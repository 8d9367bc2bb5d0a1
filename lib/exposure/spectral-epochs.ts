// Spectral epochs: the filtered EMG cut into short, quasi-stationary epochs, each summarized by its
// RMS amplitude and its mean and median power frequency. A ChannelTap of readEnvelopes, so it runs
// in the one streaming pass over a recording and keeps only per-epoch summaries (an 8-h shift at
// 1-s epochs is 28,800 epochs ≈ 0.9 MB per channel).
import { PairedPowerSpectra } from '../dsp/paired-power-spectra.js';
import { meanFrequency } from '../dsp/mean-frequency.js';
import { medianFrequency } from '../dsp/median-frequency.js';
import { checkSamplingRate } from '../dsp/butter.js';
import { UsageError } from '../errors.js';
import { fatigueMsg } from '../messages.js';
import type { ChannelTap } from '../study/read-envelopes.js';
import { GrowableFloat64 } from '../study/growable-float64.js';

export interface SpectralEpochsOptions {
  /** Sampling rate of the channel, Hz. */
  fs: number;
  /** Epoch length, s (0.5–1 s are quasi-stationary; METHODS.md §7). @default 1 */
  epoch_s?: number;
  /** Band [low, high] over which MNF and MDF are computed, Hz (inclusive bins). */
  band_hz: readonly [number, number];
  /** Time of the first sample pushed, s from the recording start (the read span's start). @default 0 */
  start_s?: number;
  /** Width of the bins of the mean raw spectrum, Hz (widened to the FFT resolution when coarser). @default 2 */
  spectrum_bin_hz?: number;
}

/** Defaults of the spectral epochs. */
export const SPECTRAL_EPOCH_DEFAULTS = {
  /** Epoch length, s. METHODS.md §7: 0.5–1 s epochs are quasi-stationary (CEDE glossary, FOUND). */
  epoch_s: 1,
  /** Bin width of the mean raw spectrum, Hz: 2 Hz keeps results.json small (≤ 251 bins at 1000 Hz) and still resolves a mains line. */
  spectrum_bin_hz: 2,
};

/**
 * Mean power spectrum of the raw (unfiltered) signal over all whole epochs, on a coarse grid:
 * bin j is centred on j·bin_hz (j = 0 … floor((fs/2)/bin_hz)) and averages the density of the
 * epoch periodogram bins whose frequency lies in [j·bin_hz − bin_hz/2, j·bin_hz + bin_hz/2).
 */
export interface MeanSpectrum {
  /** Bin centres, Hz (0, bin_hz, 2·bin_hz, …; equally spaced from 0). */
  f_hz: Float64Array;
  /** One-sided power spectral density, µV²/Hz (Welch scaling: |X|² / (fs·Σw²), doubled off DC/Nyquist). NaN when no epoch was seen. */
  psd: Float64Array;
  /** Epochs averaged (epochs holding NaN are left out). */
  epochs: number;
  bin_hz: number;
}

/** Per-epoch summaries of one channel (all arrays have one value per whole epoch). */
export interface SpectralEpochSeries {
  /** Epoch centre, s from the recording start. */
  t_s: Float64Array;
  /** RMS of the filtered signal over the epoch, µV (not noise-corrected). */
  rms_uv: Float64Array;
  /** Mean power frequency over the band, Hz; NaN when the band holds no power or the epoch has NaN. */
  mnf_hz: Float64Array;
  /** Median frequency over the band (interpolated convention of medianFrequency), Hz. */
  mdf_hz: Float64Array;
  /** Epoch length actually used, s (whole samples: n / fs). */
  epoch_s: number;
  /** Samples per epoch. */
  n: number;
  /** FFT length (next power of two ≥ n; the windowed epoch is zero-padded). */
  nfft: number;
  fs: number;
  band_hz: [number, number];
  /** Mean raw spectrum over all whole epochs (see MeanSpectrum). */
  spectrum: MeanSpectrum;
}

/**
 * Streaming spectral epochs (a ChannelTap: feed it the filtered signal with `filtered(y)`, and
 * `restart(offset_s)` at discontinuities). Epochs tile each continuous piece from its first
 * sample: n = round(epoch_s·fs) samples each; the incomplete epoch at the end of a piece is
 * dropped. Per epoch: RMS of the n samples; then the samples minus their mean, times a periodic
 * Hann window of length n (0.5 − 0.5·cos(2πi/n)), zero-padded to nfft = next power of two ≥ n,
 * one real FFT (cached fft.js instance), power |X_k|² on bins f_k = k·fs/nfft; MNF =
 * meanFrequency and MDF = medianFrequency over bins inside band_hz. Zero-padding samples the same
 * windowed periodogram more finely; it does not change the spectrum's shape. Any chunk split gives
 * the same epochs as one push of the whole signal.
 *
 * Alongside, the tap accumulates the mean power spectrum of the raw (unfiltered) samples (the
 * `raw` hook of readEnvelopes), over all whole epochs of the same length and tiling, each with its
 * mean removed and the same Hann window; no activity rule is applied (every epoch counts, rest
 * included), so it shows what the band-pass and notch have to deal with. Raw rather than
 * filtered: the filtered spectrum only mirrors the chosen band and notch, so a band suggested
 * from it would confirm the settings rather than test them. Epochs holding NaN are left out.
 * @throws UsageError for a bad sampling rate, epoch shorter than 16 samples, or a band outside 0…fs/2
 * @example const tap = new SpectralEpochs({ fs: 1000, band_hz: [30, 400] }); tap.filtered(y); tap.result();
 * Source: MNF/MDF definitions, Phinyomark et al. 2012 (METHODS.md §7); epoch length, CEDE glossary.
 */
/** Every how many raw epochs one enters the mean raw spectrum. */
const RAW_STRIDE = 4;

export class SpectralEpochs implements ChannelTap {
  readonly fs: number;
  readonly n: number;
  readonly nfft: number;
  readonly band_hz: [number, number];
  private readonly startS: number;
  private readonly window: Float64Array;
  private readonly buf: Float64Array;
  /** Power spectra of the filtered and of the raw epochs, two at a time. */
  private readonly spectra: PairedPowerSpectra;
  private readonly rawSpectra: PairedPowerSpectra;
  private readonly freq: Float64Array;
  private fill = 0;
  /** Offset of the current piece, s from the read start, and whole epochs done in it. */
  private pieceOffsetS = 0;
  private pieceEpochs = 0;
  private readonly t = new GrowableFloat64(1024);
  private readonly rms = new GrowableFloat64(1024);
  private readonly mnf = new GrowableFloat64(1024);
  private readonly mdf = new GrowableFloat64(1024);
  /** Raw-spectrum accumulation: epoch buffer, fill, sum of |X|² per fine bin, epochs summed. */
  private readonly rawBuf: Float64Array;
  private rawFill = 0;
  private readonly rawSum: Float64Array;
  private rawEpochs = 0;
  /** Raw epochs seen; only every RAW_STRIDE-th is transformed (see pushRaw). */
  private rawIndex = 0;
  private readonly binHz: number;

  constructor(options: SpectralEpochsOptions) {
    checkSamplingRate(options.fs);
    const epoch = options.epoch_s ?? SPECTRAL_EPOCH_DEFAULTS.epoch_s;
    const n = Math.round(epoch * options.fs);
    if (!(Number.isFinite(epoch) && n >= 16)) throw new UsageError(fatigueMsg.epochTooShort(epoch, options.fs));
    const [lo, hi] = options.band_hz;
    if (!(lo >= 0 && hi > lo && hi <= options.fs / 2)) throw new UsageError(fatigueMsg.band(lo, hi, options.fs));
    this.fs = options.fs;
    this.n = n;
    let nfft = 16;
    while (nfft < n) nfft *= 2;
    this.nfft = nfft;
    this.band_hz = [lo, hi];
    this.startS = options.start_s ?? 0;
    this.window = new Float64Array(n);
    for (let i = 0; i < n; i++) this.window[i] = 0.5 - 0.5 * Math.cos((2 * Math.PI * i) / n);
    this.buf = new Float64Array(n);
    this.spectra = new PairedPowerSpectra(nfft);
    this.rawSpectra = new PairedPowerSpectra(nfft);
    this.freq = new Float64Array(nfft / 2 + 1);
    for (let k = 0; k <= nfft / 2; k++) this.freq[k] = (k * this.fs) / nfft;
    this.rawBuf = new Float64Array(n);
    this.rawSum = new Float64Array(nfft / 2 + 1);
    const bin = options.spectrum_bin_hz ?? SPECTRAL_EPOCH_DEFAULTS.spectrum_bin_hz;
    if (!(bin > 0 && Number.isFinite(bin))) throw new UsageError(fatigueMsg.spectrumBin(bin));
    this.binHz = Math.max(bin, Math.ceil(this.fs / nfft)); // every coarse bin holds ≥ 1 FFT bin
  }

  /** Feed raw samples (µV) of the current continuous piece (not modified); readEnvelopes' `raw` hook. */
  raw(x: Float64Array): void {
    this.pushRaw(x);
  }

  /**
   * Feed raw samples (batch use and tests; same as `raw`). The mean raw spectrum averages every
   * RAW_STRIDE-th epoch (the first, then every fourth): over a shift that is still hundreds of
   * epochs spread evenly in time, at a quarter of the transforms.
   */
  pushRaw(x: ArrayLike<number>): void {
    const n = this.n, buf = this.rawBuf;
    let i = 0;
    while (i < x.length) {
      const m = Math.min(n - this.rawFill, x.length - i);
      if (this.rawIndex % RAW_STRIDE === 0) {
        if (x instanceof Float64Array) buf.set(x.subarray(i, i + m), this.rawFill);
        else for (let j = 0; j < m; j++) buf[this.rawFill + j] = x[i + j]!;
      }
      this.rawFill += m;
      i += m;
      if (this.rawFill === n) {
        if (this.rawIndex % RAW_STRIDE === 0) this.rawEpoch();
        this.rawIndex++;
        this.rawFill = 0;
      }
    }
  }

  private rawEpoch(): void {
    const n = this.n, buf = this.rawBuf, win = this.window;
    let sum = 0;
    for (let i = 0; i < n; i++) sum += buf[i]!;
    if (!Number.isFinite(sum)) return;
    const mean = sum / n;
    const work = this.rawSpectra.input(); // work[n…nfft) stays 0 (zero padding)
    for (let i = 0; i < n; i++) work[i] = (buf[i]! - mean) * win[i]!;
    this.rawSpectra.submit(this.addRaw);
  }

  /** One raw epoch's power into the mean spectrum's sum (in epoch order). */
  private readonly addRaw = (power: Float64Array): void => {
    const half = this.nfft / 2, acc = this.rawSum;
    for (let k = 0; k <= half; k++) acc[k] = acc[k]! + power[k]!;
    this.rawEpochs++;
  };

  /** The mean raw spectrum so far on the coarse grid (new arrays). */
  meanSpectrum(): MeanSpectrum {
    this.rawSpectra.flush();
    const half = this.nfft / 2, bin = this.binHz;
    let s2 = 0;
    for (let i = 0; i < this.n; i++) s2 += this.window[i]! * this.window[i]!;
    const scale = 1 / (this.fs * s2 * Math.max(1, this.rawEpochs));
    const nb = Math.floor(this.fs / 2 / bin) + 1;
    const f = new Float64Array(nb), psd = new Float64Array(nb), cnt = new Float64Array(nb);
    for (let j = 0; j < nb; j++) f[j] = j * bin;
    for (let k = 0; k <= half; k++) {
      const j = Math.floor(this.freq[k]! / bin + 0.5);
      if (j >= nb) continue;
      const one = k === 0 || k === half ? 1 : 2;
      psd[j] = psd[j]! + one * this.rawSum[k]! * scale;
      cnt[j] = cnt[j]! + 1;
    }
    for (let j = 0; j < nb; j++) psd[j] = this.rawEpochs > 0 && cnt[j]! > 0 ? psd[j]! / cnt[j]! : NaN;
    return { f_hz: f, psd, epochs: this.rawEpochs, bin_hz: bin };
  }

  /** Feed filtered samples (µV) of the current continuous piece (not modified). */
  filtered(y: Float64Array): void {
    this.push(y);
  }

  /** Feed samples (batch use and tests; same as `filtered`). */
  push(y: ArrayLike<number>): void {
    const n = this.n, buf = this.buf;
    let i = 0;
    while (i < y.length) {
      const m = Math.min(n - this.fill, y.length - i);
      if (y instanceof Float64Array) buf.set(y.subarray(i, i + m), this.fill);
      else for (let j = 0; j < m; j++) buf[this.fill + j] = y[i + j]!;
      this.fill += m;
      i += m;
      if (this.fill === n) {
        this.epoch();
        this.fill = 0;
      }
    }
  }

  /** A discontinuity: drop the incomplete epoch; the next piece starts at `offset_s` from the read start. */
  restart(offset_s: number): void {
    this.spectra.flush(); // epochs of the previous piece first
    this.fill = 0;
    this.rawFill = 0;
    this.pieceOffsetS = offset_s;
    this.pieceEpochs = 0;
  }

  private epoch(): void {
    const n = this.n, buf = this.buf, win = this.window;
    let sum = 0, sum2 = 0;
    for (let i = 0; i < n; i++) { const v = buf[i]!; sum += v; sum2 += v * v; }
    const mean = sum / n;
    const work = this.spectra.input(); // work[n…nfft) stays 0 (zero padding); it is never written
    for (let i = 0; i < n; i++) work[i] = (buf[i]! - mean) * win[i]!;
    const t = this.startS + this.pieceOffsetS + (this.pieceEpochs * n + n / 2) / this.fs;
    const rms = Math.sqrt(sum2 / n), finite = Number.isFinite(sum2);
    this.pieceEpochs++;
    // transformed two epochs at a time (SIMD): the epoch's row is appended when its spectrum is in
    this.spectra.submit((power) => {
      const range = { fminHz: this.band_hz[0], fmaxHz: this.band_hz[1] };
      this.t.fill(t, 1);
      this.rms.fill(rms, 1);
      this.mnf.fill(finite ? meanFrequency(this.freq, power, range) : NaN, 1);
      this.mdf.fill(finite ? medianFrequency(this.freq, power, range) : NaN, 1);
    });
  }

  /** Number of whole epochs so far. */
  get epochs(): number {
    this.spectra.flush();
    return this.t.length;
  }

  /** The epochs so far (views of the tap's append-only arrays: later epochs do not change them; no copies). */
  result(): SpectralEpochSeries {
    this.spectra.flush();
    return {
      t_s: this.t.take(), rms_uv: this.rms.take(), mnf_hz: this.mnf.take(), mdf_hz: this.mdf.take(),
      epoch_s: this.n / this.fs, n: this.n, nfft: this.nfft, fs: this.fs, band_hz: [this.band_hz[0], this.band_hz[1]],
      spectrum: this.meanSpectrum(),
    };
  }
}

/**
 * Spectral epochs of a whole (continuous) signal: batch form of SpectralEpochs.
 * @param raw the unfiltered signal for the mean spectrum (optional; without it the spectrum is NaN with 0 epochs)
 * @example spectralEpochs(y, { fs: 1000, band_hz: [30, 400] }).mnf_hz
 */
export function spectralEpochs(y: ArrayLike<number>, options: SpectralEpochsOptions, raw?: ArrayLike<number>): SpectralEpochSeries {
  const s = new SpectralEpochs(options);
  s.push(y);
  if (raw) s.pushRaw(raw);
  return s.result();
}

++++++++++++++++++++

WHAT THE EXERCISE ASKS
Determine how many lines of the listing contain the string "modified", and give only the number.

OUTPUT FOR THIS TASK
2